Mit einem bildgebenden Paradigma, die Ermittler untersuchten, inwieweit die Belohnung Schaltung (z.B. das dorsale striatum aktiviert wurde, in Reaktion auf den individuellen Verbrauch und die zu erwartenden Verbrauch von Schokolade Milchshake. Außerdem verwendete das team ein anderes Paradigma zu bewerten Gehirn-Aktivierung in Reaktion auf den Erhalt und die zu erwartenden Geldeingang. Monetäre Belohnung ist eine Allgemeine Verstärker und wurde Häufig verwendet, um zu beurteilen, belohnen Empfindlichkeit. High-risk-Jugend zeigte eine größere Aktivierung in Lohn-Schaltung Empfang von sowohl Essen und monetäre Belohnung, als auch eine stärkere Aktivierung in somatosensorischen Regionen in Reaktion auf den Erhalt der Lebensmittel.

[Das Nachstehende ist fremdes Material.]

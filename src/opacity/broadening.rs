//! Line widths: thermal Doppler with microturbulence, radiative damping, van der Waals
//! broadening by neutral hydrogen and quadratic Stark broadening by electrons.
//!
//! Conventions: Doppler width Δν_D = (ν₀/c)√(2kT/m + ξ²) (the 1/e half width of the Gaussian
//! core); damping widths Γ are full widths at half maximum of the Lorentzian in angular
//! frequency (rad s⁻¹), so the Voigt parameter is a = Γ/(4π Δν_D).
//!
//! Rules (used when a line carries no measured constant):
//! - radiative: for hydrogen-like lines the sum of all spontaneous decay rates out of the
//!   upper and the lower shell (bundled-n A-values); otherwise the classical value
//!   γ_cl = 8π²e²/(3 m_e c λ²) = 0.22235/λ² s⁻¹ (λ in cm);
//! - van der Waals: Unsöld's hydrogenic estimate (Unsöld 1955; as presented in Gray, *The
//!   Observation and Analysis of Stellar Photospheres*, 3rd ed. 2005, ch. 11, from memory):
//!   ΔC₆ = 0.3×10⁻³⁰ [(I − χ_u)⁻² − (I − χ_l)⁻²] cm⁶ s⁻¹ (energies in eV), Γ₆ = 8.08 ΔC₆^{2/5}
//!   v̄^{3/5} N_H with v̄ the mean relative speed of the radiator and a hydrogen atom.
//!   Unsöld's estimate is known to be too small by a factor of ~2 for many metal lines; a
//!   tabulated `log_gamma_vdw` (at 10⁴ K) is scaled as T^{0.3};
//! - quadratic Stark: a tabulated `log_gamma_stark` (per electron at 10⁴ K) scaled as T^{1/6};
//!   otherwise the estimate Γ₄ = 10⁻⁸ n*⁵ N_e rad s⁻¹ with the effective quantum number of
//!   the upper level n*² = Z² R/(I − χ_u) (Cowley 1971, The Observatory 91, 139; from memory).
//!
//! Not yet included: the linear Stark effect and resonance (self-) broadening of hydrogen
//! lines — hydrogen lines have thermal, radiative and van der Waals widths only.

use crate::atoms::hydrogenic::Hydrogenic;
use crate::atoms::lines::Line;
use crate::constants::{AMU, C, E_CHARGE, EV, HC, K_B, M_E, RYDBERG_INF};

/// The gas properties broadening needs.
#[derive(Debug, Clone, Copy, PartialEq)]
pub struct BroadeningGas {
    /// Temperature, K.
    pub temperature: f64,
    /// Electron density, cm⁻³.
    pub electron_density: f64,
    /// Neutral hydrogen density (all shells), cm⁻³.
    pub neutral_hydrogen: f64,
    /// Microturbulent velocity ξ, cm s⁻¹.
    pub microturbulence: f64,
}

/// Widths of one line in one gas.
#[derive(Debug, Clone, Copy, PartialEq, Default, serde::Serialize)]
pub struct Widths {
    /// Doppler width Δν_D, Hz.
    pub doppler_hz: f64,
    /// Doppler width in wavelength Δλ_D = λ Δν_D/ν, cm.
    pub doppler_cm: f64,
    /// Radiative damping, rad s⁻¹ (FWHM).
    pub gamma_rad: f64,
    /// van der Waals damping, rad s⁻¹ (FWHM).
    pub gamma_vdw: f64,
    /// Quadratic Stark damping, rad s⁻¹ (FWHM).
    pub gamma_stark: f64,
}

impl Widths {
    /// Total Lorentzian width Γ, rad s⁻¹.
    pub fn gamma(&self) -> f64 {
        self.gamma_rad + self.gamma_vdw + self.gamma_stark
    }
    /// Voigt damping parameter a = Γ/(4π Δν_D).
    pub fn damping_parameter(&self) -> f64 {
        self.gamma() / (4.0 * std::f64::consts::PI * self.doppler_hz)
    }
}

/// Classical radiative damping 8π²e²/(3 m_e c λ²), s⁻¹, λ in cm.
pub fn classical_damping(lambda_cm: f64) -> f64 {
    8.0 * std::f64::consts::PI.powi(2) * E_CHARGE * E_CHARGE
        / (3.0 * M_E * C * lambda_cm * lambda_cm)
}

/// Total spontaneous decay rate out of shell n of a hydrogen-like system, s⁻¹.
pub fn hydrogenic_decay_rate(h: &Hydrogenic, n: u32) -> f64 {
    (1..n).map(|m| h.einstein_a(m, n)).sum()
}

/// Widths of `line` (of a species with ionisation energy `ionization_ev`, radiator mass
/// `mass_g`, hydrogen-like data `hydrogenic` where it applies) in `gas`.
pub fn widths(
    line: &Line,
    mass_g: f64,
    ionization_ev: Option<f64>,
    charge: i32,
    hydrogenic: Option<&Hydrogenic>,
    gas: &BroadeningGas,
) -> Widths {
    let t = gas.temperature;
    let nu = C / line.wavelength_vac;
    let v2 = 2.0 * K_B * t / mass_g + gas.microturbulence * gas.microturbulence;
    let doppler_hz = nu / C * v2.sqrt();
    let gamma_rad = match (line.broadening.gamma_rad, hydrogenic, line.shells) {
        (Some(g), _, _) => g,
        (None, Some(h), Some((lo, up))) => {
            hydrogenic_decay_rate(h, up) + hydrogenic_decay_rate(h, lo)
        }
        _ => classical_damping(line.wavelength_vac),
    };
    let gamma_vdw = match line.broadening.log_gamma_vdw {
        Some(lg) => 10f64.powf(lg) * gas.neutral_hydrogen * (t / 1e4).powf(0.3),
        None => unsold_vdw(line, mass_g, ionization_ev, gas),
    };
    let gamma_stark = match line.broadening.log_gamma_stark {
        Some(lg) => 10f64.powf(lg) * gas.electron_density * (t / 1e4).powf(1.0 / 6.0),
        None => match (ionization_ev, line.shells) {
            (Some(chi), None) => {
                let z = f64::from(charge + 1);
                let bind = chi - line.upper_cm * HC / EV;
                if bind > 0.0 {
                    let n_eff2 = z * z * RYDBERG_INF * HC / EV / bind;
                    1e-8 * n_eff2.powf(2.5) * gas.electron_density
                } else {
                    0.0
                }
            }
            _ => 0.0,
        },
    };
    Widths {
        doppler_hz,
        doppler_cm: line.wavelength_vac * doppler_hz / nu,
        gamma_rad,
        gamma_vdw,
        gamma_stark,
    }
}

/// Unsöld's van der Waals width by neutral hydrogen, rad s⁻¹ (0 when the levels lie above
/// the ionisation limit or no ionisation energy is known).
pub fn unsold_vdw(
    line: &Line,
    mass_g: f64,
    ionization_ev: Option<f64>,
    gas: &BroadeningGas,
) -> f64 {
    let Some(chi) = ionization_ev else {
        return 0.0;
    };
    let to_ev = HC / EV;
    let (el, eu) = (line.lower_cm * to_ev, line.upper_cm * to_ev);
    let (bl, bu) = (chi - el, chi - eu);
    if bl <= 0.0 || bu <= 0.0 {
        return 0.0;
    }
    let dc6 = 0.3e-30 * (1.0 / (bu * bu) - 1.0 / (bl * bl));
    if dc6 <= 0.0 {
        return 0.0;
    }
    let m_h = 1.008 * AMU;
    let mu = mass_g * m_h / (mass_g + m_h);
    let vbar = (8.0 * K_B * gas.temperature / (std::f64::consts::PI * mu)).sqrt();
    8.08 * dc6.powf(0.4) * vbar.powf(0.6) * gas.neutral_hydrogen
}

#[cfg(test)]
mod tests {
    use super::*;
    use crate::atoms::lines::Catalogue;

    fn gas() -> BroadeningGas {
        BroadeningGas {
            temperature: 5800.0,
            electron_density: 1e13,
            neutral_hydrogen: 1e17,
            microturbulence: 0.0,
        }
    }

    #[test]
    fn doppler_width_of_h_alpha() {
        // Common practice, no source: thermal width of Hα at 10⁴ K, b = √(2kT/m_H) = 12.85 km/s,
        // Δλ_D = λ b/c = 0.281 Å.
        let cat = Catalogue::embedded();
        let ha = cat.get("H-alpha").unwrap();
        let g = BroadeningGas {
            temperature: 1e4,
            ..gas()
        };
        let h = Hydrogenic::HYDROGEN;
        let w = widths(ha, 1.008 * AMU, Some(13.598), 0, Some(&h), &g);
        assert!(
            (w.doppler_cm * 1e8 - 0.2811).abs() < 0.002,
            "{}",
            w.doppler_cm * 1e8
        );
        // Radiative width: A-sum out of n = 3 plus out of n = 2 (bundled): ≈ 1.0e8 + 4.7e8.
        assert!(
            w.gamma_rad > 4.5e8 && w.gamma_rad < 6.5e8,
            "{}",
            w.gamma_rad
        );
        assert!(w.gamma_stark.abs() < 1e-300);
    }

    #[test]
    fn classical_damping_value() {
        // physics.md §1: γ_cl = 0.22235/λ² s⁻¹ with λ in cm.
        let l = 5000e-8;
        assert!((classical_damping(l) * l * l / 0.22235 - 1.0).abs() < 5e-5);
    }

    #[test]
    fn unsold_width_scales_with_density_and_temperature() {
        let cat = Catalogue::embedded();
        let na = cat.get("Na I D2").unwrap();
        let m = 22.99 * AMU;
        let mut line = na.clone();
        line.broadening.log_gamma_vdw = None;
        let g1 = unsold_vdw(&line, m, Some(5.139), &gas());
        let mut g = gas();
        g.neutral_hydrogen *= 10.0;
        g.temperature *= 2.0;
        let g2 = unsold_vdw(&line, m, Some(5.139), &g);
        // Γ ∝ N T^{0.3}: ×10 × 2^{0.3}.
        assert!((g2 / g1 / (10.0 * 2f64.powf(0.3)) - 1.0).abs() < 1e-12);
        // Order of magnitude for Na D at N_H = 1e17, 5800 K: Γ₆ ~ 1e9 s⁻¹ (Unsöld; the
        // measured value is ~2× larger). Common practice, no source.
        assert!(g1 > 2e8 && g1 < 5e9, "{g1:e}");
    }
}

„Die Ergebnisse sind überraschend“, erklärte Stice. „Sie schlagen vor, dass die anfängliche Anfälligkeit für übermäßiges Essen kann hyper-Empfindlichkeit von Lohn-Schaltung, um die Nahrungsaufnahme. Die Tatsache, dass die gleiche Belohnung Regionen zeigte eine größere Reaktion auf monetäre Belohnung ist neu und impliziert, dass Individuen mit einem Risiko für übergewicht zeigen eine größere Empfindlichkeit zu belohnen im Allgemeinen. Diese Ergebnisse scheinen eine Herausforderung für die weit verbreitete Theorie, dass es eine Belohnung Defizit, das erhöht die Anfälligkeit für übermäßiges Essen.“

Stice und sein team fand auch, dass at-risk-Jugend zeigte hyper-Empfindlichkeit von somatosentory Regionen der Nahrungsaufnahme, die spielt eine wichtige Rolle bei der Erfassung der Fettgehalt der Nahrung. Diese Ergebnisse deuten darauf hin, dass Personen, die besonders empfindlich für die Erkennung von high-fat foods kann auf einzigartige Risiko für übermäßiges Essen.

Hinweise:

Finanziert durch die Nationalen Institute der Gesundheit (NIH), Stice studiert Essstörungen und Adipositas für 20 Jahre. Er führte diese Linie der Forschung an der Stanford University und der University of Texas, und nun weiter am Oregon-Forschungsinstitut in Eugene, Oregon. Dieses Forschungsprogramm hat bereits mehrere Präventions-Programme, die effektiv reduzieren das Risiko für das auftreten von Essstörungen und Adipositas.

Quelle:
Kathryn Madden
Oregon Research Institute

Teenager Mit Einem Risiko Für Übergewicht Zeigen Eine Größere Aktivität Des Gehirns In Reaktion Auf Lebensmittel

Schreibe einen Kommentar

Deine E-Mail-Adresse wird nicht veröffentlicht. Erforderliche Felder sind mit * markiert.